Task item: In the listing that follows, determine how many lines include the word "error". Respond with that number alone.

· · · · ·

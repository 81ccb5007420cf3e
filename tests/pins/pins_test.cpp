// Same bits everywhere: this build drives every scenario exactly as pinned (tests/pins/pins.h).
#include <sys/stat.h>

#include <cstdio>
#include <optional>

#include "engine/drive/trace_text.h"
#include "engine/scenario/text.h"
#include "tests/catch.h"
#include "tests/pins/pins.h"

using namespace lw;
using namespace lw::test;

namespace {

const std::string pins_path = LINEWRIGHT_SOURCE_DIR "/tests/pins.txt";

struct Driven {
  Pin pin;
  Trace trace;
};

Result<Driven> driven(const std::string& name) {
  const auto scenario = read(file_text(scenario_path(name)), name);
  if (!scenario) return scenario.error();
  const auto plan = make_plan(*scenario);
  if (!plan) return plan.error();
  Driven driven;
  const Summary summary = drive(*plan, &driven.trace);
  driven.pin = pin_of(name, summary, driven.trace);
  return driven;
}

std::vector<Pin> pins() {
  const auto pins = read_pins(file_text(pins_path));
  if (!pins) FAIL(text_of(pins.error()));
  return *pins;
}

std::string reference_path(const Pin& pin) {
  return LINEWRIGHT_SOURCE_DIR "/build/traces/" + pin.name + '-' + pin.hash + ".bits";
}

/// The pinned trace, where a build that matched has left it.
std::optional<Trace> reference_of(const Pin& pin) {
  const auto trace = read_trace_bits(file_text(reference_path(pin)), pin.name);
  if (trace && pin.hash == pin_of(pin.name, Summary{}, *trace).hash) return *trace;
  return std::nullopt;
}

/// Leaves a trace that matches its pin for builds that do not; where there is no folder build, it stays away.
void leave_reference(const Driven& driven) {
  const std::string path = reference_path(driven.pin);
  if (!file_text(path).empty()) return;
  mkdir(LINEWRIGHT_SOURCE_DIR "/build/traces", 0777);
  std::FILE* file = std::fopen(path.c_str(), "wb");
  if (!file) return;
  const std::string text = trace_bits(driven.trace);
  std::fwrite(text.data(), 1, text.size(), file);
  std::fclose(file);
}

bool contains(const std::string& text, const char* part) { return text.find(part) != std::string::npos; }

}  // namespace

TEST_CASE("every scenario has a pin and every pin a scenario", "[pins]") {
  std::vector<std::string> pinned;
  for (const Pin& pin : pins()) pinned.push_back(pin.name);
  CHECK(pinned == scenario_names());
  CHECK(pinned.size() >= 14);
}

TEST_CASE("every scenario drives as pinned, bit for bit", "[pins]") {
  std::size_t compared = 0;
  for (const Pin& pin : pins()) {
    const auto found = driven(pin.name);
    if (!found) {
      FAIL_CHECK(text_of(found.error()));
      continue;
    }
    const auto reference = pin.hash == found->pin.hash ? std::nullopt : reference_of(pin);
    const std::string differs = difference(pin, found->pin, found->trace, reference ? &*reference : nullptr);
    if (!differs.empty()) FAIL_CHECK(differs);
    if (differs.empty()) leave_reference(*found);
    ++compared;
  }
  CHECK(compared >= 14);
}

TEST_CASE("a drive that differs from its pin is told by step and field", "[pins]") {
  const auto right = driven("straight");
  REQUIRE(right.ok());
  REQUIRE(right->trace.rows.size() > 200);

  const auto told = [&](void (*change)(Trace&), const Trace* reference) {
    Trace trace = right->trace;
    change(trace);
    Summary summary;
    summary.outcome = Outcome::finished;
    summary.steps = static_cast<std::int64_t>(trace.rows.size());
    return difference(right->pin, pin_of("straight", summary, trace), trace, reference);
  };
  const auto one_bit = [](Trace& trace) {
    double& heading = trace.rows[150].heading;
    heading = __builtin_bit_cast(double, bits_of(heading) ^ 1);
  };
  const auto one_reading = [](Trace& trace) { trace.readings[2 * 40 + 1] += 0.25; };
  const auto shorter = [](Trace& trace) {
    trace.rows.pop_back();
    trace.readings.resize(trace.readings.size() - 2);
  };
  const auto nothing = [](Trace&) {};

  CHECK(told(nothing, nullptr).empty());
  CHECK(contains(told(one_bit, &right->trace), "first differs at step 150 in heading_deg: pinned "));
  CHECK(contains(told(one_bit, nullptr), "first differs at one of the steps 128 to 159;"));
  CHECK(contains(told(one_reading, &right->trace), "first differs at step 40 in reading_1: pinned "));
  CHECK(contains(told(one_reading, nullptr), "first differs at one of the steps 32 to 63;"));
  CHECK(contains(told(shorter, &right->trace), " in rows: pinned "));
}

TEST_CASE("a minus zero is no difference", "[pins]") {
  const auto right = driven("straight");
  REQUIRE(right.ok());
  Trace trace = right->trace;
  REQUIRE(trace.rows[0].x == 0.0);
  trace.rows[0].x = -0.0;
  CHECK(pin_of("straight", Summary{}, trace).hash == right->pin.hash);
  CHECK(trace_bits_row(trace, 0) == trace_bits_row(right->trace, 0));
}

TEST_CASE("pins and traces read back as they were written", "[pins]") {
  const auto found = driven("straight");
  REQUIRE(found.ok());
  const auto pins = read_pins("# a comment\n" + pin_text(found->pin));
  REQUIRE(pins.ok());
  REQUIRE(pins->size() == 1);
  CHECK(pins->front().checkpoints == found->pin.checkpoints);
  CHECK(pin_text(pins->front()) == pin_text(found->pin));

  const auto trace = read_trace_bits(trace_bits(found->trace), "t");
  REQUIRE(trace.ok());
  CHECK(trace_hash(*trace) == trace_hash(found->trace));

  CHECK_FALSE(read_pins("straight finished 12 0123\n").ok());
  CHECK_FALSE(read_pins(" 01234567\n").ok());
  const auto cut = read_trace_bits(trace_header(found->trace) + "\n0,1\n", "t");
  REQUIRE_FALSE(cut.ok());
  CHECK(cut.error().where == "t:2");
}

// Hidden: tests/pins/update calls it by its tag.
TEST_CASE("write tests/pins.txt anew", "[.write-pins]") {
  std::string text =
      "# What every scenario drove like when it was last pinned; tests/pins/pins.h says how to read it.\n"
      "# Written by tests/pins/update alone.\n";
  for (const std::string& name : scenario_names()) {
    const auto found = driven(name);
    if (!found) FAIL(text_of(found.error()));
    text += pin_text(found->pin);
  }
  std::FILE* file = std::fopen(pins_path.c_str(), "wb");
  REQUIRE(file != nullptr);
  CHECK(std::fwrite(text.data(), 1, text.size(), file) == text.size());
  CHECK(std::fclose(file) == 0);
}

· · · · ·

Reply: 6